Im Gespräch mit den Schülerinnen und Schülern, die das Zeitzeugengespräch durch Fragen vorbereitet und auch die Moderation übernommen hatten, erzählte Gisela Jäckel von ihrer Kindheit in Wetzlar und wie sich durch die Nationalsozialisten plötzlich alles veränderte. Sie berichtete davon, wie ihre Großeltern 1939 von „Männern in schwarzen Stiefeln“ abgeholt und nach Frankfurt gebracht wurden, wo jüdische Menschen zum „Abtransport“ gesammelt wurden. Von hier wurden ihre Großeltern am 8. Mai 1942 in das Konzentrationslager Theresienstadt gebracht. Das Haus der Großeltern wurde verschlossen, Jäckel selbst durfte damals noch nicht einmal mehr hinein, um eine Puppe zu holen.

Sie berichtete ebenfalls aus dem Jahr 1943, als eines Abends ein Brief ihre Mutter, Rosa Best, erreichte, der sie aufforderte, sich am darauffolgenden Mittwoch ebenfalls in Frankfurt einzufinden. Ihr Vater, der die Mutter nach Frankfurt gebracht hatte, sei abends alleine zurückgekommen und dort zusammengebrochen, erzählte sie. Rosa Best wurde nach sechs Monaten von Frankfurt ins Vernichtungslager Auschwitz deportiert und dort ermordet.

Auch von Erlebnissen aus der Schulzeit erzählte die Zeitzeugin, etwa, dass es durchaus Lehrer gab, die sie unterstützten.

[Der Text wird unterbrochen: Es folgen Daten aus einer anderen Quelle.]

/**
 * The preamble of a spectrum table: blank lines and `#` comment lines before the first content
 * line. A comment of the form `# key = value` with a key `title`, `path_length_m`,
 * `temperature_K`, `temperature_C`, `pressure_kPa`, `resolution_cm-1` or `date` sets that
 * metadata field (other comments are free text); each may be given once.
 */
import { BandwrightError } from '../../errors.js';
import type { ScanMetadata } from '../../spectrum/spectrum.js';
import { BYTE, byteOrderMarkLength, decodeText } from '../bytes.js';
import { parseNumberText } from '../number-parse.js';

const { CR, HASH, LF, SPACE, TAB } = BYTE;

/** Where the table's content starts, after its preamble, and what the preamble said. */
export interface Preamble {
  /** Title, date and conditions from `# key = value` comments, with the source and format. */
  metadata: ScanMetadata;
  /** Byte offset of the first content line (the header or the first data line). */
  contentStart: number;
  /** One past its last byte, line break excluded. */
  contentEnd: number;
  /** Byte offset of the line after it. */
  nextLine: number;
  /** Its 1-based line number. */
  contentLine: number;
}

const METADATA_KEYS: ReadonlySet<string> = new Set([
  'title',
  'path_length_m',
  'temperature_k',
  'temperature_c',
  'pressure_kpa',
  'resolution_cm-1',
  'resolution_cm',
  'date',
]);

/** Reads a `# key = value` comment into metadata; other comments are ignored. */
function readCommentLine(
  text: string,
  lineNumber: number,
  source: string,
  metadata: ScanMetadata,
  seen: Map<string, number>,
): void {
  const body = text.replace(/^\s*#+/, '');
  const equals = body.indexOf('=');
  if (equals < 0) return;
  const key = body.slice(0, equals).trim().toLowerCase().replace(/\s+/g, '_');
  if (!METADATA_KEYS.has(key)) return;
  const rawValue = body.slice(equals + 1).trim();
  const canonical =
    key === 'resolution_cm' ? 'resolution_cm-1' : key === 'temperature_c' ? 'temperature_k' : key;
  const earlier = seen.get(canonical);
  if (earlier !== undefined) {
    throw new BandwrightError(
      'PARSE',
      `${source} line ${lineNumber}: ${body.slice(0, equals).trim()} given again (first on line ` +
        `${earlier}), must appear once`,
      {
        file: source,
        line: lineNumber,
        parameter: key,
      },
    );
  }
  seen.set(canonical, lineNumber);
  if (key === 'title') {
    metadata.title = rawValue;
    return;
  }
  if (key === 'date') {
    metadata.dateText = rawValue;
    return;
  }
  const value = parseNumberText(rawValue);
  const name = body.slice(0, equals).trim();
  const bad = (rule: string): never => {
    const shown = rawValue.length > 40 ? `${rawValue.slice(0, 40)}…` : rawValue;
    throw new BandwrightError(
      'INVALID_VALUE',
      `${source} line ${lineNumber}: ${name} = ${JSON.stringify(shown)}, ${rule}`,
      {
        file: source,
        line: lineNumber,
        parameter: name,
      },
    );
  };
  if (!Number.isFinite(value)) bad('must be a finite number');
  switch (key) {
    case 'path_length_m':
      if (!(value > 0)) bad('must be > 0');
      metadata.pathLength_m = value;
      break;
    case 'temperature_k':
      if (!(value > 0)) bad('must be > 0 K');
      metadata.temperature_K = value;
      break;
    case 'temperature_c':
      if (!(value > -273.15)) bad('must be above absolute zero (> -273.15 °C)');
      metadata.temperature_K = value + 273.15;
      break;
    case 'pressure_kpa':
      if (!(value > 0)) bad('must be > 0');
      metadata.pressure_kPa = value;
      break;
    default:
      if (!(value > 0)) bad('must be > 0');
      metadata.resolution_cm = value;
  }
}

/**
 * Reads the preamble: comment lines (conditions) and blank lines up to the first content line.
 *
 * @param bytes - file content (a UTF-8 byte-order mark is skipped)
 * @param source - label for messages and `metadata.source`
 * @returns the metadata and where the content starts
 * @throws BandwrightError `PARSE` when no content line follows, or a condition is given twice;
 *   `INVALID_VALUE` for a condition that is not a number or breaks its rule
 */
export function readPreamble(bytes: Uint8Array, source: string): Preamble {
  const length = bytes.length;
  let pos = byteOrderMarkLength(bytes);
  let lineNumber = 0;
  const metadata: ScanMetadata = { source, format: 'csv' };
  const seenKeys = new Map<string, number>();
  while (pos < length) {
    lineNumber++;
    let lineEnd = bytes.indexOf(LF, pos);
    if (lineEnd < 0) lineEnd = length;
    const nextLine = lineEnd + 1;
    let end = lineEnd;
    if (end > pos && bytes[end - 1] === CR) end--;
    let p = pos;
    while (p < end && (bytes[p] === SPACE || bytes[p] === TAB)) p++;
    if (p < end) {
      if (bytes[p] !== HASH)
        return { metadata, contentStart: pos, contentEnd: end, nextLine, contentLine: lineNumber };
      readCommentLine(decodeText(bytes, p, end), lineNumber, source, metadata, seenKeys);
    }
    pos = nextLine;
  }
  throw new BandwrightError('PARSE', `${source}: no data lines (the file is empty or has only comments)`, {
    file: source,
  });
}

Andere Erwachsene hingegen machten auf Jäckels familiären Hintergrund aufmerksam, was schließlich zu Ausgrenzung und Diskriminierung führte. „Von da an war ich das Judenmädchen“, sagte sie. Dass sei so weit gegangen, dass andere Eltern während eines Fliegerangriffs sie aufgefordert hätten, den Schutzgraben zu verlassen.

Die Goetheschülerinnen und -schüler interessierte, wie Gisela Jäckel persönlich zum Gedenken an die von den Nazis ermordeten jüdischen Mitbürger durch Stolpersteine stehe. Zunächst sei sie dagegen gewesen, gab Jäckel zu. Die Vorstellung, dass der Name ihrer Mutter mit Füßen getreten werde, habe sich seltsam angefühlt. Dann jedoch habe sie Stolpersteine in Köln gesehen und ihre Meinung geändert. Heute sei sie dankbar, dass sie zugestimmt habe. Besonders freue sie sich, wenn gelegentlich Blumen an den Stolpersteinen, die an ihre Mutter oder Großeltern erinnern, niedergelegt würden.

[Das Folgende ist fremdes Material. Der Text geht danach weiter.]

/**
 * Lack of fit of the calibration: the residual compared with the noise of the zero-gas
 * standards (blanks), and the residual each missing second-order term would remove.
 */
export interface ClsLackOfFit {
  /** Number of standards with every concentration zero; their spectra hold noise (and baseline) only. */
  readonly blanks: number;
  /** Noise variance per channel from the blanks, correlation-corrected (response units²), or null without blanks. */
  readonly blankVariance: number | null;
  /** Calibration residual variance over the blanks' noise variance, or null without blanks. */
  readonly residualOverBlank: number | null;
  /** F(0.99; ν_residual, ν_blanks): the ratio above which the residual is significantly above noise; null without blanks. */
  readonly residualOverBlankLimit: number | null;
  /** For each component without a second-order term whose standards allow one (at least three levels). */
  readonly secondOrderGains: readonly ClsSecondOrderGain[];
  /**
   * True when the residual is lack of fit: significantly and substantially (variance over
   * {@link DEFAULT_POOR_FIT_RATIO}²) above the blanks' noise, or reduced significantly and by at
   * least {@link SUBSTANTIAL_REDUCTION} by a second-order term.
   */
  readonly detected: boolean;
}

/** Leave-one-out cross-validation over the standards. */
export interface ClsCrossValidation {
  /** Standards whose leave-one-out prediction could be made. */
  readonly predictions: number;
  /** Root-mean-square error of cross-validation per component, in its unit (null if none). */
  readonly rmsecv: readonly (number | null)[];
  /** RMS of LOO errors divided by their predicted standard errors, per component (null if none). */
  readonly standardizedRms: readonly (number | null)[];
  /** Interval inflation factor per component (≥ 1). */
  readonly inflation: readonly number[];
  /** Critical value of mean z² above which a component's interval is inflated. */
  readonly threshold: number | null;
}

/** The learned state shared by spectral and band CLS models; plain JSON-safe data. */
export interface ClsCoreModel {
  /** Components in design order. */
  readonly components: readonly ClsComponent[];
  /** Design terms: the components (power 1) in order, then second-order terms. */
  readonly terms: readonly ClsTerm[];
  /** Number of channels (or bands) a sample must have. */
  readonly channelCount: number;
  /** K: one row per term, responses per φ-scaled unit (per unit² for second-order terms). */
  readonly pureSpectra: readonly (readonly number[])[];
  /** (Kᵀ)⁺, one row per term: θ̂ = M a. */
  readonly predictionMatrix: readonly (readonly number[])[];
  /** R_K of the QR factorisation Kᵀ = Q_K R_K (terms × terms, upper triangular). */
  readonly responseFactor: readonly (readonly number[])[];
  /** W = Q_Kᵀ R Q_K (terms × terms), the noise correlation seen by the estimates. */
  readonly noiseGram: readonly (readonly number[])[];
  /** (XᵀX)⁻¹ of the concentration design (terms × terms). */
  readonly concentrationGramInverse: readonly (readonly number[])[];
  /** Noise autocorrelation ρ_0 = 1, ρ_1 … (channels); [1] for independent channels. */
  readonly noiseCorrelation: readonly number[];
  /** Contiguous channel runs along which the correlation acts. */
  readonly segments: readonly ChannelSegment[];
  /** Expected residual sum of squares of a sample, in units of σ² (τ_s). */
  readonly sampleResidualCount: number;
  /** Degrees of freedom of a sample's residual variance (Satterthwaite). */
  readonly sampleDegreesOfFreedom: number;
  /** Calibrated range per component, φ-scaled (reference conditions). */
  readonly ranges: readonly ClsRange[];
  /** Fit statistics. */
  readonly calibration: ClsCalibrationStatistics;
  /** Leave-one-out cross-validation and the interval inflation it implies. */
  readonly crossValidation: ClsCrossValidation;
  /** Default confidence level of prediction intervals. */
  readonly level: number;
  /** Things the person calibrating should know (lack of fit and what would remove it). */
  readonly warnings: readonly string[];
}

/** A concentration estimate with its prediction interval. */
export interface ClsEstimate {
  /** Component name. */
  readonly name: string;
  /** Unit, as the standards'. */
  readonly unit: string;
  /** Estimated concentration at the sample's conditions (divided by its φ). */
  readonly value: number;
  /** Standard error of the value, including the calibration term and the inflation factor. */
  readonly se: number;
  /** Lower end of the prediction interval. */
  readonly low: number;
  /** Upper end of the prediction interval. */
  readonly high: number;
  /** `extrapolated` when the φ-scaled value is more than one standard error outside the calibrated range. */
  readonly flags: readonly 'extrapolated'[];
}

/** Flags about the whole prediction. */
export type ClsFlag = 'poor-fit';

/** Result of predicting one sample. */
export interface ClsPrediction {
  /** Reported components, in model order. */
  readonly estimates: readonly ClsEstimate[];
  /** Interferents (modelled, not reported), in model order. */
  readonly interferents: readonly ClsEstimate[];
  /** Plain RMS of the residual over the channels (response units, e.g. absorbance). */
  readonly residualRms: number;
  /** Residual on the model's channels after removing baseline, background and the fitted gases. */
  readonly residual: Float64Array;
  /** `poor-fit` when the residual is significantly and substantially above the calibration's. */
  readonly flags: readonly ClsFlag[];
  /** Sample residual variance over calibration residual variance (both correlation-corrected). */
  readonly fitRatio: number;
  /** Value of {@link ClsPrediction.fitRatio} above which `poor-fit` is set. */
  readonly fitRatioLimit: number;
  /** Degrees of freedom of the t quantile used. */
  readonly degreesOfFreedom: number;
  /** Confidence level of the intervals. */
  readonly level: number;
  /** Gauss–Newton iterations (0 for a linear model). */
  readonly iterations: number;
  /** Non-fatal notes (e.g. Gauss–Newton stopped before converging). */
  readonly warnings: readonly string[];
}

/**
 * Numeric state used for prediction (typed arrays and derived factors), built once from a model
 * by {@link prepareClsState} or during fitting; the symbols are those of this module's header.
 */
export interface ClsState {
  readonly componentCount: number;
  readonly terms: readonly ClsTerm[];
  readonly pureSpectra: readonly Float64Array[];
  readonly predictionMatrix: readonly Float64Array[];
  readonly responseFactor: readonly (readonly number[])[];
  readonly noiseGram: readonly (readonly number[])[];
  readonly concentrationGramInverse: readonly (readonly number[])[];
  /** R_K⁻¹ W R_K⁻ᵀ, the linear-model J⁺ R J⁺ᵀ. */
  readonly linearCovarianceFactor: readonly (readonly number[])[];
  readonly nuisance: readonly Float64Array[];
  readonly calibrationResidualSum: number;
  readonly calibrationResidualCount: number;
  readonly calibrationDegreesOfFreedom: number;
  readonly sampleResidualCount: number;
  readonly sampleDegreesOfFreedom: number;
  readonly inflation: readonly number[];
  readonly responseScale: number;
}

/** Raw prediction in φ-scaled units, before splitting into reported and interferent components. */
interface RawPrediction {
  scaled: Float64Array;
  standardErrors: Float64Array;
  residual: Float64Array;
  residualSum: number;
  fitRatio: number;
  fitRatioLimit: number;
  poorFit: boolean;
  degreesOfFreedom: number;
  iterations: number;
  warnings: string[];
}

// ---------------------------------------------------------------------------------------------
// Small dense helpers (q ≤ a dozen: plain arrays)

function identity(size: number): number[][] {
  return Array.from({ length: size }, (_, i) => Array.from({ length: size }, (_, j) => (i === j ? 1 : 0)));
}

function toArrays(matrix: Matrix): number[][] {
  return matrix.to2DArray();
}

function multiplyMatrices(a: readonly (readonly number[])[], b: readonly (readonly number[])[]): number[][] {
  const rows = a.length;
  const inner = b.length;
  const columns = b[0]?.length ?? 0;
  const out: number[][] = [];
  for (let i = 0; i < rows; i++) {
    const row = new Array<number>(columns).fill(0);
    for (let k = 0; k < inner; k++) {
      const factor = a[i]![k]!;
      if (factor === 0) continue;
      for (let j = 0; j < columns; j++) row[j]! += factor * b[k]![j]!;
    }
    out.push(row);
  }
  return out;
}

function transpose(a: readonly (readonly number[])[]): number[][] {
  const rows = a.length;
  const columns = a[0]?.length ?? 0;
  return Array.from({ length: columns }, (_, j) => Array.from({ length: rows }, (_, i) => a[i]![j]!));
}

function invertUpperTriangular(r: readonly (readonly number[])[]): number[][] {
  const size = r.length;
  const inverse = Array.from({ length: size }, () => new Array<number>(size).fill(0));
  for (let j = size - 1; j >= 0; j--) {
    inverse[j]![j] = 1 / r[j]![j]!;
    for (let i = j - 1; i >= 0; i--) {
      let sum = 0;
      for (let k = i + 1; k <= j; k++) sum += r[i]![k]! * inverse[k]![j]!;
      inverse[i]![j] = -sum / r[i]![i]!;
    }
  }
  return inverse;
}

function dot(a: ArrayLike<number>, b: ArrayLike<number>): number {
  let sum = 0;
  for (let i = 0; i < a.length; i++) sum += a[i]! * b[i]!;
  return sum;
}

function quadraticForm(matrix: readonly (readonly number[])[], v: ArrayLike<number>): number {
  let sum = 0;
  for (let i = 0; i < v.length; i++) for (let j = 0; j < v.length; j++) sum += v[i]! * matrix[i]![j]! * v[j]!;
  return sum;
}

function formatNumber(value: number): string {
  if (!Number.isFinite(value)) return 'infinite';
  const size = Math.abs(value);
  return size >= 1e5 || (size < 1e-2 && value !== 0)
    ? value.toExponential(1).replace('e+', 'e')
    : String(Number(value.toPrecision(3)));
}

/** "CO", "CO and N2O", "CO, N2O and H2O" */
export function listNames(names: readonly string[]): string {
  if (names.length <= 1) return names.join('');
  return `${names.slice(0, -1).join(', ')} and ${names[names.length - 1]!}`;
}

/** Name of a term for messages: `CO`, or `CO (second-order term)`. */
function termName(components: readonly ClsComponent[], term: ClsTerm): string {
  const name = components[term.component]!.name;
  return term.power === 1 ? name : `${name} (second-order term)`;
}

/** θ(c): the term values of concentrations c. */
function termValues(terms: readonly ClsTerm[], c: ArrayLike<number>): Float64Array {
  const theta = new Float64Array(terms.length);
  terms.forEach((term, t) => {
    const value = c[term.component]!;
    theta[t] = term.power === 1 ? value : value * value;
  });
  return theta;
}

// ---------------------------------------------------------------------------------------------
// Fitting

/** Options of {@link fitClsCore}. */
export interface ClsCoreOptions {
  /** Confidence level stored as the model's default. */
  readonly level: number;
  /** Largest condition number accepted for the column-scaled X and Kᵀ. */
  readonly conditionLimit: number;
  /** Indices of components that get a second-order term. */
  readonly secondOrder: readonly number[];
  /** Orthonormal nuisance basis on the channels (may be empty). */
  readonly nuisance: readonly Float64Array[];
  /** Channel segments for the noise correlation; estimate correlation only when `estimateCorrelation`. */
  readonly segments: readonly ChannelSegment[];
  /** Estimate channel-noise correlation from the residuals (spectra); false for independent bands. */
  readonly estimateCorrelation: boolean;
  /**
   * Weight the separation checks by the local level of the calibration residual (spectra, whose
   * neighbouring channels share a level); false to pool it over all channels (bands).
   */
  readonly localResidualWeights: boolean;
  /** What to call a channel in messages (`channel`, `band`). */
  readonly channelWord: string;
}

/** Validated input of {@link fitClsCore}; arrays are not modified. */
export interface ClsCoreData {
  /** Responses, standards × channels. */
  readonly responses: readonly ArrayLike<number>[];
  /** Certified concentrations, standards × components (at the standards' own conditions). */
  readonly concentrations: readonly ArrayLike<number>[];
  /** φ of each standard. */
  readonly phi: ArrayLike<number>;
  /** Components. */
  readonly components: readonly ClsComponent[];
}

Positiv erwähnte die 87-jährige auch die Rolle der Egerländer Heimatvertriebenen, die nach dem Krieg nach Wetzlar kamen und deren Freundschaft sie nach den Jahren gesellschaftlicher Isolation und Ausgrenzung schloss. „Dann war ich wieder im Leben drin“, sagte sie.

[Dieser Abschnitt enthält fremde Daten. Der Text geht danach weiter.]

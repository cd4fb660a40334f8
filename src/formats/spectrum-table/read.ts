/**
 * Reader for spectrum tables (CSV/TSV): an x column and one y column, or an x column and a
 * sample/background pair of single-beam columns. Bytes in, Float64Arrays out, one pass over the
 * data with no string made per value.
 *
 * Layout accepted, in order:
 * 1. an optional UTF-8 byte-order mark;
 * 2. blank lines and `#` comment lines, some of which set conditions (`conditions.ts`);
 * 3. an optional header line (present when its first cell is not a number) naming the columns,
 *    the y-kind and the x unit (`layout.ts`, which also detects delimiter and decimal separator);
 * 4. data lines, one point each, contiguous; blank lines may follow the data, nothing else
 *    (`rows.ts`).
 *
 * Wavelength columns are converted to wavenumbers; descending x is reversed so the result
 * ascends; a reversal or duplicate is an error. Reading keeps no state between files except in
 * a {@link SpectrumTableReader}, whose buffers belong to the caller that made it.
 */
import { BandwrightError } from '../../errors.js';
import { makeSpectrum, type Spectrum } from '../../spectrum/spectrum.js';
import { BYTE, checkedText } from '../bytes.js';
import { DECIMAL_COMMA, DECIMAL_POINT } from '../number-parse.js';
import { assertTransmittanceFraction, pointLimit, wavelengthsToWavenumbers } from '../reader-checks.js';
import { readPreamble } from './conditions.js';
import { readLayout, type TableLayoutOptions } from './layout.js';
import { readRows, type RowContext, type TableColumns } from './rows.js';

const { COMMA, LF, TAB } = BYTE;

/** Options of {@link parseSpectrumTable} and {@link SpectrumTableReader.read}: the layout options and a point limit. */
export interface SpectrumTableOptions extends TableLayoutOptions {
  /** Most data points accepted before a `LIMIT` error; default 2,000,000. */
  maxPoints?: number;
}

/** Options of a {@link SpectrumTableReader}. */
export interface SpectrumTableReaderOptions {
  /**
   * Return the columns as views on this reader's buffers, which its next read overwrites
   * (default false: arrays of their own). For callers done with a spectrum before they read the
   * next, such as a batch, it saves an allocation and a copy per column.
   */
  reuseOutput?: boolean;
}

/**
 * A spectrum-table reader that keeps its column buffers from one file to the next (a batch reads
 * thousands). Each reader owns its buffers: two readers never share state, so reads on different
 * readers may interleave freely; with `reuseOutput`, a spectrum it returned is valid until this
 * reader's next read.
 *
 * @example
 * const reader = new SpectrumTableReader({ reuseOutput: true });
 * for (const bytes of files) quantify(reader.read(bytes, { source: 'scan.csv' }));
 */
export class SpectrumTableReader {
  readonly #columns: TableColumns = emptyColumns();
  readonly #reuseOutput: boolean;

  /** @param options - whether spectra may be views on the reader's buffers */
  constructor(options: SpectrumTableReaderOptions = {}) {
    this.#reuseOutput = options.reuseOutput === true;
  }

  /**
   * Parses a spectrum table, as {@link parseSpectrumTable} does, with this reader's buffers.
   *
   * @param bytes - the file content (UTF-8 or ASCII; a BOM is skipped)
   * @param options - source label, y-kind, delimiter, decimal separator, point limit
   * @returns the spectrum (see {@link parseSpectrumTable}); with `reuseOutput`, its arrays are
   *   views valid until this reader's next read
   * @throws BandwrightError as {@link parseSpectrumTable}
   */
  read(bytes: Uint8Array, options: SpectrumTableOptions): Spectrum {
    return readSpectrumTable(bytes, options, this.#columns, this.#reuseOutput);
  }
}

function emptyColumns(): TableColumns {
  return { xs: new Float64Array(0), ys: new Float64Array(0), backgrounds: new Float64Array(0) };
}

/**
 * Parses a spectrum table from bytes.
 *
 * @param bytes - the file content (UTF-8 or ASCII; a BOM is skipped)
 * @param options - source label, y-kind, delimiter, decimal separator, point limit
 * @returns a spectrum on ascending wavenumbers (cm⁻¹) with `metadata.format = 'csv'` and any
 *   `# key = value` conditions (path length m, temperature K, pressure kPa, resolution cm⁻¹)
 * @throws BandwrightError `PARSE` (layout, non-numeric cell, column count, mixed delimiters,
 *   undeclared y-kind), `INVALID_VALUE` (NaN, infinities, overflow, λ ≤ 0, transmittance
 *   fraction above 1.5), `NOT_MONOTONIC` (reversal or duplicate x, naming the line), `LIMIT`
 *   (more than `maxPoints` points). Every message names the source and line.
 * @example
 * const spectrum = parseSpectrumTable(new TextEncoder().encode('wavenumber_cm-1,absorbance\n2000,0.1\n2001,0.2\n'),
 *   { source: 'co.csv' });
 * // spectrum.yKind === 'absorbance', spectrum.x = [2000, 2001]
 */
export function parseSpectrumTable(bytes: Uint8Array, options: SpectrumTableOptions): Spectrum {
  return readSpectrumTable(bytes, options, emptyColumns(), false);
}

function readSpectrumTable(
  input: Uint8Array,
  options: SpectrumTableOptions,
  columns: TableColumns,
  reuseOutput: boolean,
): Spectrum {
  const source = options.source;
  const maxPoints = pointLimit(options.maxPoints);
  const bytes = checkedText(input, source);
  const length = bytes.length;
  const preamble = readPreamble(bytes, source);
  const metadata = preamble.metadata;
  const layout = readLayout(bytes, preamble, options);
  const { delimiter, decimal, dataStart } = layout;
  const columnCount = layout.roles.length;

  // First guess at the number of points from the first data line's length; arrays grow if needed.
  let firstEnd = bytes.indexOf(LF, dataStart);
  if (firstEnd < 0) firstEnd = length;
  const estimate = Math.ceil(((length - dataStart) / Math.max(1, firstEnd - dataStart + 1)) * 1.05) + 16;
  const context: RowContext = {
    bytes,
    length,
    source,
    delimiter,
    decimal,
    decimalDetected: layout.decimalDetected,
    skipTabs: delimiter !== TAB,
    quotesRequired: decimal === COMMA && delimiter === COMMA,
    columnCount,
    names: layout.names,
    capacity: Math.min(estimate, maxPoints),
    maxPoints,
    syntax: decimal === COMMA ? DECIMAL_COMMA : DECIMAL_POINT,
    roles: layout.roles.map((role) => (role === 'x' ? 0 : role === 'background' ? 2 : 1)),
  };
  const rows = readRows(context, dataStart, layout.dataLine, columns);
  const { n, xs, ys } = rows;
  const backgrounds = columnCount === 3 ? rows.backgrounds : undefined;
  let direction = rows.direction;
  if (n === 0) throw new BandwrightError('PARSE', `${source}: a header but no data lines`, { file: source });

  // The row buffers are the reader's: a copy, unless the output may be views on them.
  const trim = (array: Float64Array): Float64Array =>
    reuseOutput ? array.subarray(0, n) : array.slice(0, n);
  const x = trim(xs);
  const y = trim(ys);
  const background = backgrounds === undefined ? undefined : trim(backgrounds);
  if (layout.xUnit !== 'cm-1') {
    wavelengthsToWavenumbers(x, layout.xUnit, source);
    direction = -direction;
  }
  if (direction < 0) {
    x.reverse();
    y.reverse();
    background?.reverse();
  }
  if (layout.yKind === 'transmittance') {
    assertTransmittanceFraction(
      y,
      source,
      'name the column transmittance_pct (or %T) or give the y-kind transmittance-percent',
    );
  }
  return makeSpectrum(
    background === undefined
      ? { x, y, yKind: layout.yKind, metadata }
      : { x, y, yKind: layout.yKind, background, metadata },
  );
}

Wiederholt betonte Gisela Jäckel, sie wolle nicht das Herz der Schülerinnen und Schüler beschweren, sondern nur zeigen, wozu Menschen fähig sind. Sie selbst habe nach dem Krieg lange nicht über das Thema der Entrechtung und Verfolgung der jüdischen Bevölkerung sprechen können, da sie Angst gehabt habe. Je mehr das Thema jedoch in die Öffentlichkeit rückte, desto leichter sei es ihr gefallen. Heute freue sie sich darüber, wenn etwa Schülerinnen und Schüler Interesse an ihren Erfahrungen zeigen und sie einladen, um ins Gespräch zu kommen. Gleichzeitig appellierte sie an ihre ZuhörerInnen, Menschlichkeit und Mitgefühl zu zeigen, und Konflikte friedlich zu lösen.